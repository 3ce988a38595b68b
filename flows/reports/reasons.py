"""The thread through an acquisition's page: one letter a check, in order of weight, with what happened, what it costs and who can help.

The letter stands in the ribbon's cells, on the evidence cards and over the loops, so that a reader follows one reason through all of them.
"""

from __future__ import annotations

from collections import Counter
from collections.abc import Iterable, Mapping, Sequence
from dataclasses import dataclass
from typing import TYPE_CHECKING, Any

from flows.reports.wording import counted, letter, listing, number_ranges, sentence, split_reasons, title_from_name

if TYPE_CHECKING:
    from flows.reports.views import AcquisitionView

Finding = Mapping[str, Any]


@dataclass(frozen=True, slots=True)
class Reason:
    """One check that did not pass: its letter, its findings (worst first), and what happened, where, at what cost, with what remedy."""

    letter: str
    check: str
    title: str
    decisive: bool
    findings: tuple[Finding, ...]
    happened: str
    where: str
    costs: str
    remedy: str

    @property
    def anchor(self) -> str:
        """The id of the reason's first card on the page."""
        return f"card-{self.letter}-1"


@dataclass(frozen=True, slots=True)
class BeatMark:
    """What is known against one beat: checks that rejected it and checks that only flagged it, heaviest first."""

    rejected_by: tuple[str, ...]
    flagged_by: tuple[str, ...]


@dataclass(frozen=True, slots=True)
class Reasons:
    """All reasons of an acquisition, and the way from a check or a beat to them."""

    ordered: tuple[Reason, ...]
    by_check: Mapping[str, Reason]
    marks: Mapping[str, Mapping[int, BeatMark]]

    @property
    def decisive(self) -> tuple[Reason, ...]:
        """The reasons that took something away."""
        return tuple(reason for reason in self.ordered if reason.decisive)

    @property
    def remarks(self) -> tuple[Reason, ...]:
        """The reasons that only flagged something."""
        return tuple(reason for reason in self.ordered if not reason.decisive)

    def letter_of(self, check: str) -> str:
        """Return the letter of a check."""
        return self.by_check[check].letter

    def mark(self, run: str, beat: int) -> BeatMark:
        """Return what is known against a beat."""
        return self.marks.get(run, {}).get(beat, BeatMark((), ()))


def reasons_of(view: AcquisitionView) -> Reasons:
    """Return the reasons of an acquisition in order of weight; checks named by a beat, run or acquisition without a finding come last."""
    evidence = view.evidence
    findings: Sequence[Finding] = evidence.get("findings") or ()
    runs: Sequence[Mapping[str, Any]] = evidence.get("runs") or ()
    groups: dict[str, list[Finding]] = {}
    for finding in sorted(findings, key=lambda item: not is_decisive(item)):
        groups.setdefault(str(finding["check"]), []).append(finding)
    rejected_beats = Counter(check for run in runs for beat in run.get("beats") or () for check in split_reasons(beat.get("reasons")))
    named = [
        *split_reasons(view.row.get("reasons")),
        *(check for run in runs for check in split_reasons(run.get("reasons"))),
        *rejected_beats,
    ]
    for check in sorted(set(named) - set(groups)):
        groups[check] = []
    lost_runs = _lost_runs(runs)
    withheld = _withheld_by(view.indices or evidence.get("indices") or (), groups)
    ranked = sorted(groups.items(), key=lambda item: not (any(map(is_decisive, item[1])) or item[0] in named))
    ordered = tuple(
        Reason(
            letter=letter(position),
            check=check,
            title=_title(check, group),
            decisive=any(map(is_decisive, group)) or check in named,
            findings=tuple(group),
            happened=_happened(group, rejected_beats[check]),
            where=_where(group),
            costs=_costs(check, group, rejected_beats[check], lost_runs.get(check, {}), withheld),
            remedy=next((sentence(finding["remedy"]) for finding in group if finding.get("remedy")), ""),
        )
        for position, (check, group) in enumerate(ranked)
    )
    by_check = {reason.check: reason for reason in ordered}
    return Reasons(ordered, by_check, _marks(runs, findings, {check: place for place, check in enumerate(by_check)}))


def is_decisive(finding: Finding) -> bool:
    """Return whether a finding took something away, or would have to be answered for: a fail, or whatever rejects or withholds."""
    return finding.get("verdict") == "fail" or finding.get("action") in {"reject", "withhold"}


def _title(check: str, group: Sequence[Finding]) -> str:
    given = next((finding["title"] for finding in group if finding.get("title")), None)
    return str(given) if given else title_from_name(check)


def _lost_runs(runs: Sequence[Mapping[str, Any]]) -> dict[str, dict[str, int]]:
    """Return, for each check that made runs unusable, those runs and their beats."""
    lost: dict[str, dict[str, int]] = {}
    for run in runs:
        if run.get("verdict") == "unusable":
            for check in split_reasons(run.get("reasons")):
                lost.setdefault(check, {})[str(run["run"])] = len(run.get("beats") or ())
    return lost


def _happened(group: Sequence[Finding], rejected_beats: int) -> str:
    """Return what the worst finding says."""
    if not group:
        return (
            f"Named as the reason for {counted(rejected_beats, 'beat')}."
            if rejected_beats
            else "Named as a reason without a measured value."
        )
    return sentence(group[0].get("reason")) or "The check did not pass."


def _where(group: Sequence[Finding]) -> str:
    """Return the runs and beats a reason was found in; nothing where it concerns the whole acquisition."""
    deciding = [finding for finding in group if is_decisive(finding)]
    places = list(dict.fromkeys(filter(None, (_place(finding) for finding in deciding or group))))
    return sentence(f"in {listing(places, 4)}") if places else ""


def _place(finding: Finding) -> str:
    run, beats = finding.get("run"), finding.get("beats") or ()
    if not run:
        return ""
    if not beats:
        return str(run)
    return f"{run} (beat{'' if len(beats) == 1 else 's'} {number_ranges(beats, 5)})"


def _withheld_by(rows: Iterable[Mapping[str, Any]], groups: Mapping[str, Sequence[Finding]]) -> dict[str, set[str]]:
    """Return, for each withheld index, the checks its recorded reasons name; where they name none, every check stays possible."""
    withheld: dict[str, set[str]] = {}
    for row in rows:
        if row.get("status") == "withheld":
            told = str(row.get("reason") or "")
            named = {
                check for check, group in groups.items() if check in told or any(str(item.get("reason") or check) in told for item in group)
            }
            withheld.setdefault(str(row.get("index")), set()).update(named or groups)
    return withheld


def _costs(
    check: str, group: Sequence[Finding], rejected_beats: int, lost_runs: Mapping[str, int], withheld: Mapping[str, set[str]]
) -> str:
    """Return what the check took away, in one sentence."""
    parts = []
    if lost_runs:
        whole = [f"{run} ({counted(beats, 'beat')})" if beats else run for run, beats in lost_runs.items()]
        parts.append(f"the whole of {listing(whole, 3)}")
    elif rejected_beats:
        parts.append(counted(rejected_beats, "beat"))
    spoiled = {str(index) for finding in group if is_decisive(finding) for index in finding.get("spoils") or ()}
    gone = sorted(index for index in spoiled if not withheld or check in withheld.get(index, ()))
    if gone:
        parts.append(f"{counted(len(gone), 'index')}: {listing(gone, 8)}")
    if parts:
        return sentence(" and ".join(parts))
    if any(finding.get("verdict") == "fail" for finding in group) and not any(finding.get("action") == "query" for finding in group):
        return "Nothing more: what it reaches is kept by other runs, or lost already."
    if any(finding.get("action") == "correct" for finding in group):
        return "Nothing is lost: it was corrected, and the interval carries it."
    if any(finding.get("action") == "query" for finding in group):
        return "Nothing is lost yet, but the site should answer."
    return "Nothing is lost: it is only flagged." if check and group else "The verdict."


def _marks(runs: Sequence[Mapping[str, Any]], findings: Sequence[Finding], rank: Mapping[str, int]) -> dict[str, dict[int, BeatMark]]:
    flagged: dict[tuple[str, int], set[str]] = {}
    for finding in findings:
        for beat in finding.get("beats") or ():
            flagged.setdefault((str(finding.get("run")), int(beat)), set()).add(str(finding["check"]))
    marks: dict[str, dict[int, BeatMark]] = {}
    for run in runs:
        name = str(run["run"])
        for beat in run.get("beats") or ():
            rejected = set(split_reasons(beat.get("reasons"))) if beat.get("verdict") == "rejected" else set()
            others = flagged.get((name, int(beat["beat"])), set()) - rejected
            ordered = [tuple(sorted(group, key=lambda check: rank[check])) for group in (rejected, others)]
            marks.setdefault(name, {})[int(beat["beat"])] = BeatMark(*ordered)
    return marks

****************************************

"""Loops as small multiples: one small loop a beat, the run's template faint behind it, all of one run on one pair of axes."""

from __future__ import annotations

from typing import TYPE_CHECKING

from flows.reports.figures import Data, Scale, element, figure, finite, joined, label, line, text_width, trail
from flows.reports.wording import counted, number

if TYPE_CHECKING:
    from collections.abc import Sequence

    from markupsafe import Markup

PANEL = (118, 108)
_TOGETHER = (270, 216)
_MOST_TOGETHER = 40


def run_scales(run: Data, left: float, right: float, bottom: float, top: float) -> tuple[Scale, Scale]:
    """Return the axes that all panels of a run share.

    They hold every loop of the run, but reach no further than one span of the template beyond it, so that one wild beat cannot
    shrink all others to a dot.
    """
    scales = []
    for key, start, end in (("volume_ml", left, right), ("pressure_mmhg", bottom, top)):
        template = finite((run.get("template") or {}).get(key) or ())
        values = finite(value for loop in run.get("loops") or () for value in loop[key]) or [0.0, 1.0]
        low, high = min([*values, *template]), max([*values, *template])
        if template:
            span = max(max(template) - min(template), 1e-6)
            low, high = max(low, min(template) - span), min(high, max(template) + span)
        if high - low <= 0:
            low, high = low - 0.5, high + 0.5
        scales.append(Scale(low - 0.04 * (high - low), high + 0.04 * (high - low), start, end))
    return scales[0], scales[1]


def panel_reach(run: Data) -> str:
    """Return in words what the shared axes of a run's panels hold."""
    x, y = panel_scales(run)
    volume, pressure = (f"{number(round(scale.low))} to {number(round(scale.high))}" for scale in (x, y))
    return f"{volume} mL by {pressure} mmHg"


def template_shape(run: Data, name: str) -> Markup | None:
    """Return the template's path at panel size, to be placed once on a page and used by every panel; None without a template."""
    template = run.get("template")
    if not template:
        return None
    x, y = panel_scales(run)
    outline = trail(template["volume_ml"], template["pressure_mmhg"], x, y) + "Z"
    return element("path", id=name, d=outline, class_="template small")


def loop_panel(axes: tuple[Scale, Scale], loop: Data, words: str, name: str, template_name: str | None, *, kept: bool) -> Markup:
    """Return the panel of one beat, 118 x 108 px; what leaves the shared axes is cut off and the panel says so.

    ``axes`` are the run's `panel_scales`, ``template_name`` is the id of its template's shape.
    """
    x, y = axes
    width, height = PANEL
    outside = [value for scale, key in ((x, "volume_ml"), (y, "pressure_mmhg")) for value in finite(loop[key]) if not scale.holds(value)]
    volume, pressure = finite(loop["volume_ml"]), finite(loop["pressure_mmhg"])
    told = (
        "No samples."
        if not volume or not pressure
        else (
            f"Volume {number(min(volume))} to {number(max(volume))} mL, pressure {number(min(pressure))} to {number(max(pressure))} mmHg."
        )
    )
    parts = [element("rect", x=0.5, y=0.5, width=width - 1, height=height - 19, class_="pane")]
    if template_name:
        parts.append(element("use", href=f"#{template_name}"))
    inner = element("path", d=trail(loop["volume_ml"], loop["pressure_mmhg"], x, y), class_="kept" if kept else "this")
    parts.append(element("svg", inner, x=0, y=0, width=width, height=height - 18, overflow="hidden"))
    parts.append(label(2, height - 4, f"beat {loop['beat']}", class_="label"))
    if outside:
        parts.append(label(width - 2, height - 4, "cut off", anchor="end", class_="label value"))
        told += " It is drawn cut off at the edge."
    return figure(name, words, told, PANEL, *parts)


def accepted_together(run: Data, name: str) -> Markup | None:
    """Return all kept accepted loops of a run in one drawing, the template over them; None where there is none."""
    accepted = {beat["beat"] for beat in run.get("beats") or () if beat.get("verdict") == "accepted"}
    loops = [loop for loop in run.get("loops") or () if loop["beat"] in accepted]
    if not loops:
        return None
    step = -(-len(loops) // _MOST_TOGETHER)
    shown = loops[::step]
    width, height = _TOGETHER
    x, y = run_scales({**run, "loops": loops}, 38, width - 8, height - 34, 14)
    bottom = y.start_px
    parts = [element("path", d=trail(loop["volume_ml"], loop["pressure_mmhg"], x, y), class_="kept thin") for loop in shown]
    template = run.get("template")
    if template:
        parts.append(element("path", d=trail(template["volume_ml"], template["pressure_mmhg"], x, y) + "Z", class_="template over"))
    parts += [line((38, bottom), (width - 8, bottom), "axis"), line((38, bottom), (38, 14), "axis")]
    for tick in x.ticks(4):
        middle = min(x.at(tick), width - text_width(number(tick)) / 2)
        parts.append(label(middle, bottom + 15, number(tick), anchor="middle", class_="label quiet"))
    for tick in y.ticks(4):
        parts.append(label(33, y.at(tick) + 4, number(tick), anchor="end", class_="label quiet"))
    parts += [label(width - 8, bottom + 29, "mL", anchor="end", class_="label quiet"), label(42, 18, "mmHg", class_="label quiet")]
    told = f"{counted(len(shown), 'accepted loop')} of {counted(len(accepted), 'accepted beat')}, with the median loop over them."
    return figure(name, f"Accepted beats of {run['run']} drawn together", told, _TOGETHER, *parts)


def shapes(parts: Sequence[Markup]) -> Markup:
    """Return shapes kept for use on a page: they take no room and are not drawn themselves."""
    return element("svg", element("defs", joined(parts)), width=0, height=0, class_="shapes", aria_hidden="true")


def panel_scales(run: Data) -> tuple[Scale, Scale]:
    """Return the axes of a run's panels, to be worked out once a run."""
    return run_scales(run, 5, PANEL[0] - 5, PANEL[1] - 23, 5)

****************************************

■ **PROBLEM TO WORK ON**:
Which lines hold the word "whole"? Copy each of them from the records.

■ **ANSWER BOX**:
    """Return the runs and beats a reason was found in; nothing where it concerns the whole acquisition."""
        whole = [f"{run} ({counted(beats, 'beat')})" if beats else run for run, beats in lost_runs.items()]
        parts.append(f"the whole of {listing(whole, 3)}")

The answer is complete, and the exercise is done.